Combine eggs, flour, dry milk, yeast, cinnamon, sugar, salt, butter, vanilla and water in a large bowl using an electric mixer fitted with a paddle (basic attachment) until just moistened. Cover with a towel and let the dough rest for 20 minutes, this will make the dough easier to knead. Put the dough hook on the mixer and knead for about 7 minutes (if you prefer, you can do all this by hand), until dough is smooth and soft. The dough will still be very sticky. Transfer to large bowl, cover with plastic wrap and let rise until doubled, 1 - 1 1/2 hours.

Turn the dough onto a lightly greased work surface (some surfaces are fine without grease--I didn't need to anything to my counters and it was fine). Divide the dough into two equal pieces, cover with a towel and let rest. While dough rests, combine the sugar, cinnamon, cocoa, and espresso powder in small bowl. Stir in the melted butter. The mixture will look very oily and rather stiff. Shape each half of the dough into 9 x 18" rectangle (the 18" is approximate, it doesn't need to be exact). Smear each piece of dough with half of the cocoa/butter mixture, coming within an inch of the edge. Sprinkle each half with 1/2 c pecans and 1/2 c chocolate chips. Starting at the short end, roll up the dough gently into a log. Seal the bottom seams and tuck the ends under. Place each log in a greased 9 x 5" loaf pan. Tent with plastic wrap and let rise until they've crowned an inch over the rim of the pan, 2 - 2 1/2 hours.
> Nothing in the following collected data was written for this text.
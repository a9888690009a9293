import type { Parameter, Study } from '../../../shared/contracts';

export interface StudyChanges {
  /** The payload band's high end, in kg: part of a scenario. */
  readonly heaviest?: number;
  /** The nominal belt stiffness, in N/m: part of a variant. */
  readonly belt?: number;
  readonly name?: string;
}

/** A study of a lift table with two masses, as a page would send it. */
export function liftTableStudy({
  heaviest = 480,
  belt = 150_000,
  name = 'Lift table',
}: StudyChanges = {}): Study & { parameters: Parameter[] } {
  return {
    format: 'tareline-study',
    version: 1,
    name,
    machine: { template: 'two-mass-drive' },
    parameters: [
      {
        id: 'm',
        label: 'Payload',
        unit: 'kg',
        nominal: 300,
        low: 40,
        high: heaviest,
        minimum: 0,
        kind: 'use',
      },
      { id: 'm0', nominal: 120 },
      { id: 'M', nominal: 180 },
      { id: 'k', label: 'Belt', unit: 'N/m', nominal: belt, low: 120_000, high: 185_000, minimum: 0 },
      { id: 'c', unit: 'N s/m', nominal: 620, low: 470, high: 800, minimum: 0 },
      { id: 'b', nominal: 0 },
    ],
    payload: 'm',
    control: {
      law: 'pid',
      input: 'u',
      output: 'drive',
      kp: 9400,
      ki: 11000,
      kd: 4100,
      derivativeTime: 0.002,
    },
    requirements: [{ measure: 'stability' }, { measure: 'dampingRatio', atLeast: 0.15 }],
  };
}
Just before baking, brush each loaf with an egg glaze (1 egg, beaten). If there are large air bubbles, pop them gently a toothpick. Taking a sharp knife, cut one long vertical slash through the middle of each loaf, cutting through at least 3 layers. This will let the loaf expand straight up instead of blowing out at the sides. Leave the beautiful domed bread just as it is--no cutting necessary.  (It comes out perfectly and presentable uncut).  Bake in an oven preheated to 300 for 35 minutes. After 35 minutes, tent the loaves lightly with foil and bake and additional 15 - 25 minutes (mine only took an extra 15 minutes). To check for doneness, use a meat thermometer to take the internal temp--it should be around 190 degrees. Remove the loaves from the oven, and let cool in pans for 10 minutes. Remove from pans and allow to cool completely.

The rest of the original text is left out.